I remember looking at my eldest daughter and thinking about the families I worked with — mothers in crisis, children growing up inside addiction — and feeling not just professional engagement. It was almost a physical decision: I don’t want my child to grow up in a world where people disappear into addiction because of ignorance or the absence of help.

Yes, that sounds grand. But change is always made of small decisions. I cannot transform the entire system. But I can train specialists. I can create methodologies. I can help one person. And each of those acts is a contribution to the world my children will live in.

You have worked in Ukraine, Poland, and the United States. How has that shaped your perspective?

It gave me clarity about what is universal. Suffering has no passport. The biology of addiction is the same. The pain of a mother is the same in Kyiv, in Poland, and in the United States. What differs is the context — resources, culture, and access to help. That has made me a better specialist.

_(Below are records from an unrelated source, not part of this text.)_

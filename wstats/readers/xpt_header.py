"""Transport (XPORT) version 5 header records: the member, its NAMESTRs and where data start.

Layout from "The Record Layout of a Data Set in Transport (XPORT) Format", technical support
document TS-140 (from memory); see :mod:`wstats.readers.xpt` for the whole file.
"""

from __future__ import annotations

import os
from dataclasses import dataclass

import numpy as np

from wstats.errors import ReadError
from wstats.readers.ibm import Variable, text_of

_RECORD = 80


_NAMESTR = 140


_FIRST_NAMESTR = 640


_HEADER_HEAD = b"HEADER RECORD*******"


_HEADER_TAIL = b"HEADER RECORD!!!!!!!"


_REFETCH = "re-download or re-export the file"


_LATER_KINDS = {"LIBV8", "MEMBV8", "DSCPTV8", "NAMSTV8", "OBSV8", "LABELV8", "LABELV9"}


# The fields of a NAMESTR record used here (TS-140's struct: ntype, nhfun, nlng, nvar0, nname,
# nlabel, nform, nfl, nfd, nfj, nfill, niform, nifl, nifd, npos, rest).
_NAMESTR_DTYPE = np.dtype({
    "names": ["ntype", "nlng", "nname", "nlabel", "nform", "nfl", "nfd", "npos"],
    "formats": [">i2", ">i2", "S8", "S40", "S8", ">i2", ">i2", ">i4"],
    "offsets": [0, 4, 8, 16, 56, 64, 66, 84], "itemsize": _NAMESTR,
})


class XptUnsupported(Exception):
    """The file is a transport file this reader leaves to pyreadstat (v8/v9, several members)."""


@dataclass(frozen=True)
class _Header:
    """What the header records say about the one member of a version 5 file."""

    path: str
    size: int
    variables: tuple[Variable, ...]
    record_len: int
    data_start: int
    file_label: str | None


def _pread(fd: int, offset: int, count: int) -> bytes:
    """Read up to *count* bytes at *offset* (fewer at the end of the file)."""
    buf = bytearray(count)
    return bytes(buf[: _read_into(fd, memoryview(buf), offset)])


def _header_kind(record: bytes) -> str | None:
    """Return the kind of a header record (``MEMBER``, ``LIBV8``, ...) or None if not one."""
    if record[:20] != _HEADER_HEAD or record[28:48] != _HEADER_TAIL:
        return None
    return record[20:28].decode("ascii", "replace").strip()


def _expect(record: bytes, kind: str, path: str, at: int) -> None:
    """Check that the 80-byte record at byte *at* is a version 5 header of *kind*."""
    found = _header_kind(record)
    if found == kind:
        return
    if found in _LATER_KINDS:
        raise XptUnsupported(f"{path}: {found} header at byte {at} where {kind} was expected")
    if at == 0:
        raise ReadError(f"{path} is not a transport (XPORT) file: it does not start with a "
                        "library header record; check that the file type matches its extension")
    raise ReadError(f"{path} is corrupt: no {kind} header record at byte {at}; {_REFETCH}")


def _read_header(fd: int, path: str, size: int) -> _Header:
    """Parse the header records and NAMESTRs of a version 5 transport file."""
    if size == 0:
        raise ReadError(f"{path} is empty (0 bytes); {_REFETCH}")
    head = _pread(fd, 0, _FIRST_NAMESTR)
    _expect(head[:_RECORD], "LIBRARY", path, 0)
    if len(head) < _FIRST_NAMESTR:
        raise ReadError(f"{path} is truncated: it ends at byte {size}, inside the header; "
                        f"{_REFETCH}")
    for at, kind in ((240, "MEMBER"), (320, "DSCRPTR"), (560, "NAMESTR")):
        _expect(head[at : at + _RECORD], kind, path, at)
    if head[240 + 74 : 240 + 78] != b"0140":
        raise XptUnsupported(f"{path}: NAMESTR records are not 140 bytes long")
    nvar = _number(head[560 + 54 : 560 + 58], path)
    block_len = -(-nvar * _NAMESTR // _RECORD) * _RECORD
    block = _pread(fd, _FIRST_NAMESTR, block_len + _RECORD)
    if len(block) < block_len + _RECORD:
        raise ReadError(f"{path} is truncated: header says {nvar} variables but the file "
                        f"ends at byte {size}; {_REFETCH}")
    _expect(block[block_len:], "OBS", path, _FIRST_NAMESTR + block_len)
    variables = _parse_namestrs(block[: nvar * _NAMESTR], nvar, path)
    return _Header(path, size, variables, _record_length(variables, path),
                   _FIRST_NAMESTR + block_len + _RECORD, text_of(head[512:552]) or None)


def _number(field: bytes, path: str) -> int:
    """Parse a count written as ASCII digits in a header record."""
    if not field.isdigit():
        raise ReadError(f"{path} is corrupt: the variable count {field!r} is not a number; "
                        f"{_REFETCH}")
    return int(field)


def _parse_namestrs(raw: bytes, nvar: int, path: str) -> tuple[Variable, ...]:
    """Turn the NAMESTR records into variables, checking each one."""
    table = np.frombuffer(raw, dtype=_NAMESTR_DTYPE, count=nvar)
    variables: list[Variable] = []
    seen: set[str] = set()
    for i, entry in enumerate(table):  # one NAMESTR per variable
        name = text_of(entry["nname"])
        ntype, width = int(entry["ntype"]), int(entry["nlng"])
        where = f"{path} is corrupt: variable #{i + 1} ({name!r})"
        if not name or name in seen:
            raise ReadError(f"{where} has an empty or repeated name; {_REFETCH}")
        if ntype not in (1, 2) or width < 1 or (ntype == 1 and not 2 <= width <= 8):
            raise ReadError(f"{where} has type {ntype} and length {width}; {_REFETCH}")
        seen.add(name)
        form = _format_name(text_of(entry["nform"]), int(entry["nfl"]), int(entry["nfd"]))
        label = text_of(entry["nlabel"]) or None
        variables.append(Variable(name, ntype == 1, width, int(entry["npos"]), label, form))
    return tuple(variables)


def _record_length(variables: tuple[Variable, ...], path: str) -> int:
    """Return the observation length, checking that the variables tile it without gaps."""
    length = 0
    for var in sorted(variables, key=lambda v: v.position):
        if var.position != length:
            raise XptUnsupported(f"{path}: variable {var.name!r} is not where its position says")
        length += var.width
    if length == 0:
        raise XptUnsupported(f"{path}: no variables")
    return length


def _format_name(name: str, width: int, decimals: int) -> str | None:
    """Write a display format the usual way: name, width, point, decimals (``F8.2``)."""
    if not name and width == 0 and decimals == 0:
        return None
    return f"{name}{width or ''}.{decimals or ''}"


def _read_into(fd: int, view: memoryview, offset: int) -> int:
    """Fill *view* from *offset* until full or at the end of the file; return the bytes read."""
    got = 0
    while got < len(view):
        if hasattr(os, "preadv"):  # straight into the buffer
            step = os.preadv(fd, [view[got:]], offset + got)
        else:
            data = os.pread(fd, len(view) - got, offset + got)
            view[got : got + len(data)] = data
            step = len(data)
        if step == 0:
            break
        got += step
    return got
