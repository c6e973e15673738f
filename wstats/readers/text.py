"""Delimited text files: ``.csv`` and ``.tsv``, plain or gzip-compressed (``.gz``).

Every cell is read as text and a column becomes numeric (float64) only when all its non-blank
cells parse as numbers; otherwise it stays text. Reading text first and deciding per column
keeps the original spelling of codes such as ``"007"`` in text columns, and gives the same
result whether the file is read in one piece or in chunks. Only an empty cell is blank:
``NA``, ``NULL`` and the like are kept as text, since a codebook may give them a meaning.
"""

from __future__ import annotations

import codecs
import csv
import gzip
import zlib
from collections.abc import Iterator, Sequence
from contextlib import contextmanager
from pathlib import Path
from typing import IO, TYPE_CHECKING, Any, cast

import numpy as np

from wstats.errors import ReadError
from wstats.readers.common import Rows, encoding_error, progress_bar, select_columns
from wstats.readers.raw import RawColumn, RawTable

if TYPE_CHECKING:
    import pandas as pd

__all__ = ["read_text", "text_columns"]

_SEPARATORS = {"csv": ",", "tsv": "\t"}
_CHUNK_ROWS = 100_000
_GZIP_ERRORS = (gzip.BadGzipFile, EOFError, zlib.error)
_SEPARATOR_NAMES = {"csv": "a comma", "tsv": "a tab"}
_SCAN_BYTES = 8 * 2**20  # bytes counted at a time when checking the fields of every line
_SCAN_CHARS = '\t\n\r,"'
_NEWLINE, _RETURN, _QUOTE = 0x0A, 0x0D, 0x22


def text_columns(path: Path, fmt: str, encoding: str = "utf-8") -> list[str]:
    """Return the names in the header line of a CSV/TSV file."""
    with _opened(path, encoding) as (_raw, text):
        try:
            header = next(csv.reader(text, delimiter=_SEPARATORS[fmt]), None)
        except UnicodeError as exc:
            raise encoding_error(path, exc, encoding) from exc
        except _GZIP_ERRORS as exc:
            raise ReadError(f"'{path}' is not a valid gzip file ({exc})") from exc
        except csv.Error as exc:
            raise ReadError(f"the header line of '{path}' cannot be parsed ({exc})") from exc
    if not header or header == [""]:
        raise ReadError(f"'{path}' has no header line; the first line must name the columns")
    for position, name in enumerate(header, start=1):
        if not name.strip():
            raise ReadError(f"column {position} of '{path}' has an empty name; name it")
    return header


def read_text(
    path: Path,
    fmt: str,
    columns: Sequence[str] | None = None,
    rows: Rows | None = None,
    progress: bool = False,
    encoding: str = "utf-8",
) -> RawTable:
    """Read a CSV/TSV file (optionally gzip-compressed) into a RawTable."""
    header = text_columns(path, fmt, encoding)
    names = select_columns(path, header, columns)
    frame = _read_frame(path, fmt, header, names, rows, progress, encoding)
    _check_fields(path, fmt, len(header), rows, encoding)
    cols = {name: _raw_column(name, frame[name]) for name in names}
    return RawTable(
        path=str(path),
        format=fmt,
        reader="pandas",
        n_rows=len(frame),
        columns=cols,
        file_columns=header,
    )


def _read_frame(
    path: Path,
    fmt: str,
    header: list[str],
    names: list[str],
    rows: Rows | None,
    progress: bool,
    encoding: str,
) -> pd.DataFrame:
    """Read the selected columns of the selected rows as text."""
    import pandas as pd

    start, stop = rows if rows is not None else (0, None)
    position = {name: i for i, name in enumerate(header)}
    options: dict[str, Any] = {
        "sep": _SEPARATORS[fmt],
        "header": None,
        "skiprows": 1 + start,
        "nrows": None if stop is None else stop - start,
        "names": list(range(len(header))),
        # With usecols pandas tolerates rows with extra fields, so a full read (the one
        # convert does) goes without it and reports such rows; a subset read cannot.
        "usecols": sorted(position[name] for name in names) if names != header else None,
        "dtype": str,
        "keep_default_na": False,
        "na_values": [""],
        "encoding": encoding,
        "chunksize": _CHUNK_ROWS if progress else None,
    }
    with _opened(path, encoding, text=False) as (raw, stream):
        try:
            frame = _parse(stream, raw, path, options)
        except UnicodeError as exc:
            raise encoding_error(path, exc, encoding) from exc
        except _GZIP_ERRORS as exc:
            raise ReadError(f"'{path}' is not a valid gzip file ({exc})") from exc
        except (pd.errors.ParserError, ValueError, OSError) as exc:
            detail = str(exc).strip().splitlines()[-1] if str(exc).strip() else type(exc).__name__
            raise ReadError(f"'{path}' cannot be parsed: {detail}; check the file") from exc
    frame.columns = [header[int(i)] for i in frame.columns]
    return frame


def _check_fields(path: Path, fmt: str, n_fields: int, rows: Rows | None, encoding: str) -> None:
    """Raise ReadError for a line with more fields than the header, or a cut last line."""
    # pandas fills a short row with blanks and, when only some columns are read, drops
    # extra fields without a word; a cheap byte scan catches both.
    if not _ascii_compatible(encoding):
        return
    limit = None if rows is None or rows[1] is None else rows[1] + 1  # lines with the header
    counter = _FieldCounter(ord(_SEPARATORS[fmt]), n_fields, limit)
    with _opened(path, encoding, text=False) as (_raw, stream):
        try:
            while counter.running and (chunk := stream.read(_SCAN_BYTES)):
                counter.feed(chunk)
        except _GZIP_ERRORS as exc:
            raise ReadError(f"'{path}' is not a valid gzip file ({exc})") from exc
    bad = counter.finish() if counter.running else counter.bad
    if bad is None:
        return
    line, fields, kind = bad
    plural = "" if fields == 1 else "s"
    where = f"'{path}' line {line} has {fields} field{plural}, the header has {n_fields}"
    if kind == "long":
        name = _SEPARATOR_NAMES[fmt]
        raise ReadError(f"{where}; quote values that contain {name} or remove the extra fields")
    if kind == "short":
        raise ReadError(f"{where}; the file may be truncated: download it again")
    raise ReadError(
        f"'{path}' ends inside line {line}: its last field is empty and no line break follows, "
        "so the file may be truncated; download it again (if it is complete, end it with a "
        "line break)"
    )


def _ascii_compatible(encoding: str) -> bool:
    """Tell whether tab, newline, comma and quote are single ASCII bytes in *encoding*."""
    name = codecs.lookup(encoding).name
    return name == "utf-8-sig" or codecs.encode(_SCAN_CHARS, name) == _SCAN_CHARS.encode()


class _FieldCounter:
    """Count the fields of each line of delimited text fed in byte chunks, honouring quotes."""

    def __init__(self, sep: int, n_fields: int, limit: int | None) -> None:
        self.sep, self.n_fields, self.limit = sep, n_fields, limit
        self.quoted = False  # inside a quoted value at the end of the last chunk
        self.prev = _NEWLINE  # the byte before the chunk (start of file = start of a line)
        self.lines = 0  # line breaks seen (physical lines, quoted line breaks included)
        self.records = 0  # complete lines seen (the header is line 0)
        self.carry = 0  # separators in the line still open at the end of the last chunk
        self.start_line = 1  # physical line where the open line starts
        self.last: int | None = None  # last byte of the open line but CR; None = blank so far
        self.running = True
        self.bad: tuple[int, int, str] | None = None

    def feed(self, chunk: bytes) -> None:
        """Count the fields of the lines completed by *chunk*; stop at the first bad one."""
        if self.lines == 0 and self.last is None and chunk.startswith(codecs.BOM_UTF8):
            chunk = chunk[len(codecs.BOM_UTF8) :]
        data = np.frombuffer(chunk, dtype=np.uint8)
        if not data.size:
            return
        newlines, seps = self._line_ends(chunk, data), data == self.sep
        quoting = self.quoted or b'"' in chunk
        breaks = newlines.copy() if quoting else newlines  # line breaks, quoted ones too
        physical = int(np.count_nonzero(breaks))
        if quoting:
            outside = self._outside(data)
            if outside is None:  # quotes inside unquoted values: leave the file to pandas
                self.running = False
                return
            newlines &= outside
            seps &= outside
        ends = np.flatnonzero(newlines)
        before = np.searchsorted(np.flatnonzero(seps), ends)  # separators before each end
        fields = np.diff(before, prepend=0) + 1
        fields[:1] += self.carry
        self._check_lines(breaks, fields, ends)
        open_seps = int(np.count_nonzero(seps)) - (int(before[-1]) if ends.size else 0)
        self._carry_open_line(chunk, breaks[int(ends[-1]) + 1 :] if ends.size else breaks,
                              ends, open_seps, physical)
        self.prev = int(data[-1])
        self.lines += physical

    def finish(self) -> tuple[int, int, str] | None:
        """Return (line, fields, kind) when the file ends inside a line that looks cut."""
        # A last line without a line break is complete only if it has every field; one that
        # ends in a separator cannot be told from a line cut just after one, so it counts too.
        fields = self.carry + 1
        if self.last is None or self.quoted:
            return None
        if fields != self.n_fields:
            return self.start_line, fields, "short" if fields < self.n_fields else "long"
        return (self.start_line, fields, "empty-end") if self.last == self.sep else None

    def _line_ends(self, chunk: bytes, data: np.ndarray) -> np.ndarray:
        """Mark the bytes that end a line: LF, CR, and not the LF of a CR LF pair."""
        ends: np.ndarray = data == _NEWLINE
        if b"\r" in chunk or self.prev == _RETURN:  # pandas ends lines at a lone CR too
            returns = data == _RETURN
            ends[1:] &= ~returns[:-1]
            ends[0] &= self.prev != _RETURN
            ends |= returns
        return ends

    def _outside(self, data: np.ndarray) -> np.ndarray | None:
        """Return where bytes are outside quoted values (None when quoting is irregular)."""
        quotes = data == _QUOTE
        after = np.bitwise_xor.accumulate(quotes.view(np.uint8)) ^ np.uint8(self.quoted)
        before = np.concatenate(([np.uint8(self.quoted)], after[:-1]))
        previous = np.concatenate(([self.prev], data[:-1]))
        opening = quotes & (before == 0)
        # An opening quote must start a value; "" inside a quoted value reopens after a quote.
        if (opening & ~np.isin(previous, (self.sep, _NEWLINE, _RETURN, _QUOTE))).any():
            return None
        self.quoted = bool(after[-1])
        outside: np.ndarray = before == 0
        return outside

    def _check_lines(self, breaks: np.ndarray, fields: np.ndarray, ends: np.ndarray) -> None:
        """Record the first complete line with too many fields (header and limit excluded)."""
        index = self.records + np.arange(fields.size)
        wanted = index >= 1 if self.limit is None else (index >= 1) & (index < self.limit)
        over = np.flatnonzero(wanted & (fields > self.n_fields))
        if over.size:
            k = int(over[0])
            start = int(ends[k - 1]) + 1 if k else 0
            line = self.start_line if k == 0 else self.lines + int(breaks[:start].sum()) + 1
            self.bad, self.running = (line, int(fields[k]), "long"), False
        elif self.limit is not None and self.records + fields.size >= self.limit:
            self.running = False

    def _carry_open_line(
        self, chunk: bytes, breaks_after: np.ndarray, ends: np.ndarray, open_seps: int,
        physical: int,
    ) -> None:
        """Keep the state of the line that the chunk leaves open (after its last end)."""
        if ends.size:  # quoted line breaks after the last end belong to the open line
            self.start_line = self.lines + physical - int(np.count_nonzero(breaks_after)) + 1
            self.records += ends.size
            self.carry, self.last = 0, None
        self.carry += open_seps
        content = (chunk[int(ends[-1]) + 1 :] if ends.size else chunk).rstrip(b"\r\n")
        if content:
            self.last = content[-1]


def _parse(stream: IO[Any], raw: IO[bytes], path: Path, options: dict[str, Any]) -> pd.DataFrame:
    """Run pandas on *stream*, in chunks behind a progress bar when asked."""
    import pandas as pd

    if options["chunksize"] is None:
        try:
            whole: pd.DataFrame = pd.read_csv(stream, **options)
        except pd.errors.EmptyDataError:
            return _no_rows(options)
        return whole
    total = float(Path(path).stat().st_size)
    chunks: list[pd.DataFrame] = []
    with progress_bar(True, f"reading {path.name}", total) as advance:
        try:
            for chunk in pd.read_csv(stream, **options):
                chunks.append(chunk)
                advance(float(raw.tell()))
        except pd.errors.EmptyDataError:
            pass
    if not chunks:
        return _no_rows(options)
    return pd.concat(chunks, ignore_index=True)


def _no_rows(options: dict[str, Any]) -> pd.DataFrame:
    """Return an empty frame with the columns that were asked for."""
    import pandas as pd

    return pd.DataFrame(columns=options["usecols"] or options["names"])


def _raw_column(name: str, cells: pd.Series) -> RawColumn:
    """Make a numeric column when every non-blank cell is a number, else a text column."""
    import pandas as pd

    filled = cells.notna().to_numpy()
    numbers = pd.to_numeric(cells, errors="coerce").to_numpy(dtype=np.float64, na_value=np.nan)
    if np.array_equal(filled, ~np.isnan(numbers)):
        return RawColumn(name=name, data=numbers, numeric=True)
    return RawColumn(name=name, data=cells.to_numpy(dtype=object, na_value=""), numeric=False)


@contextmanager
def _opened(path: Path, encoding: str, text: bool = True) -> Iterator[tuple[IO[bytes], IO[Any]]]:
    """Yield the raw file and a (decompressing) stream over it, text or bytes."""
    with open(path, "rb") as raw:
        stream: IO[Any] = raw
        if path.name.lower().endswith(".gz"):
            stream = cast(IO[bytes], gzip.GzipFile(fileobj=raw))
        if text:
            stream = _text_stream(stream, encoding)
        yield raw, stream


def _text_stream(stream: IO[bytes], encoding: str) -> IO[str]:
    """Wrap a byte stream as text, stripping a UTF-8 byte-order mark."""
    import io

    codec = "utf-8-sig" if encoding.lower().replace("_", "-") in ("utf-8", "utf8") else encoding
    return io.TextIOWrapper(stream, encoding=codec, newline="")
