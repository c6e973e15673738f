"""Helpers every format reader shares: row ranges, column selection, progress, encodings."""

from __future__ import annotations

import codecs
import sys
from collections import Counter
from collections.abc import Callable, Iterator, Sequence
from contextlib import contextmanager
from pathlib import Path

from wstats.errors import ColumnError, ReadError, did_you_mean

#: A row range ``(start, stop)``: 0-based, stop exclusive, None for the end of the file.
Rows = tuple[int, int | None]


def check_unique(path: Path, names: Sequence[str]) -> None:
    """Raise ReadError for a column without a name, or naming the first one that occurs twice."""
    for position, name in enumerate(names, start=1):
        # A damaged dictionary can hand over None or "" as a name (seen with .sav files).
        if not isinstance(name, str) or not name.strip():
            raise ReadError(
                f"'{path}' has a column with no name (position {position}); the file is "
                "damaged: export it again with every column named"
            )
    twice = [name for name, n in Counter(names).items() if n > 1]
    if twice:
        raise ReadError(
            f"column '{twice[0]}' occurs more than once in '{path}'; rename one of them"
        )


def select_columns(path: Path, names: Sequence[str], columns: Sequence[str] | None) -> list[str]:
    """Return the columns to read (requested order, repeats dropped) after checking them."""
    check_unique(path, names)
    if columns is None:
        return list(names)
    if isinstance(columns, str):
        columns = [columns]
    known = set(names)
    for name in columns:
        if name not in known:
            hint = did_you_mean(name, names)
            raise ColumnError(f"column '{name}' is not in '{path}'{hint}")
    return list(dict.fromkeys(columns))


@contextmanager
def progress_bar(
    enabled: bool, description: str, total: float | None
) -> Iterator[Callable[[float], None]]:
    """Yield a function that sets the progress done; a no-op unless stderr is a terminal."""
    if not (enabled and sys.stderr.isatty()):
        yield lambda _done: None
        return
    from rich.console import Console
    from rich.progress import Progress

    with Progress(console=Console(stderr=True), transient=True) as bar:
        task = bar.add_task(description, total=total)
        yield lambda done: bar.update(task, completed=done)


def encoding_error(path: Path, exc: Exception, encoding: str) -> ReadError:
    """Return the ReadError for text that is not in the expected encoding."""
    return ReadError(
        f"text in '{path}' is not valid {encoding} ({exc}); "
        "pass the file's encoding with the encoding option, e.g. encoding='latin-1'"
    )


def is_utf8(encoding: str) -> bool:
    """Tell whether *encoding* names UTF-8 (the default, which defers to the file's own)."""
    return codecs.lookup(encoding).name == "utf-8"
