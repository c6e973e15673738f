"""Convert any readable data file into a Parquet cache that keeps the file's metadata.

Reading a large .sas7bdat, .sav or .dta file takes long; the cache is a column store that reads
only the columns asked for, fast, and gives back the same :class:`RawTable` the source gives:
same data, labels, value labels, user-missing declarations and missing-value tags. The
layout is described in :mod:`wstats.readers.parquet`.
"""

from __future__ import annotations

import os
from pathlib import Path

from wstats.errors import OutputError
from wstats.readers.dispatch import check_file, read_raw
from wstats.readers.output import atomic_output, check_output, sha256_of

__all__ = ["convert"]


def convert(
    src: str | os.PathLike[str],
    out: str | os.PathLike[str],
    overwrite: bool = False,
    progress: bool = False,
) -> Path:
    """Write every column of a data file to a Parquet cache.

    Parameters
    ----------
    src : the data file (any format :func:`wstats.readers.dispatch.read_raw` reads).
    out : the Parquet file to write; its name must end in ``.parquet``.
    overwrite : replace *out* if it exists.
    progress : show a progress bar on stderr while reading (when stderr is a terminal).

    Returns
    -------
    Path
        *out*, written atomically (complete or not at all).

    Raises
    ------
    ReadError
        *src* cannot be read (see :func:`wstats.readers.dispatch.read_raw`).
    OutputError
        *out* exists (without *overwrite*), is *src* itself, does not end in ``.parquet``,
        or cannot be written (folder missing or read-only, disk full).

    Examples
    --------
    >>> convert("survey.sav", "survey.parquet")  # doctest: +SKIP
    PosixPath('survey.parquet')
    """
    from wstats.readers.parquet import write_parquet

    source, target = Path(src), Path(out)
    check_file(source)
    _check_target(source, target, overwrite)
    table = read_raw(source, progress=progress)
    fingerprint = sha256_of(source)
    with atomic_output(target, overwrite) as sink:
        write_parquet(table, sink, fingerprint)
    return target


def _check_target(source: Path, target: Path, overwrite: bool) -> None:
    """Refuse a cache name that is not ``.parquet``, is the source itself, or exists."""
    if not target.name.lower().endswith(".parquet"):
        raise OutputError(
            f"cache '{target}' must have a name ending in .parquet, so it can be read back"
        )
    if target.exists() and target.resolve() == source.resolve():
        raise OutputError(f"cache '{target}' is the input file itself; choose another name")
    check_output(target, overwrite)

What would you want people who have never encountered addiction to understand?

That in all likelihood they have — they simply didn’t name it that way. Addiction has many faces. And the person inside it is not a “problem” — it is someone’s life. They had a before, and they can have an after. The brain can recover. I have seen it hundreds of times. That is not optimism — it is a fact.

Tetiana Lytvyn is the founder of the charitable foundation “For the Future of Woman” and a rehabilitation center, the author of the program “The Path to Yourself” and the workbook “No Longer a Prisoner: The Nature of Addiction and the Path to Freedom.” She is a member of the Ukrainian and American Psychological Associations.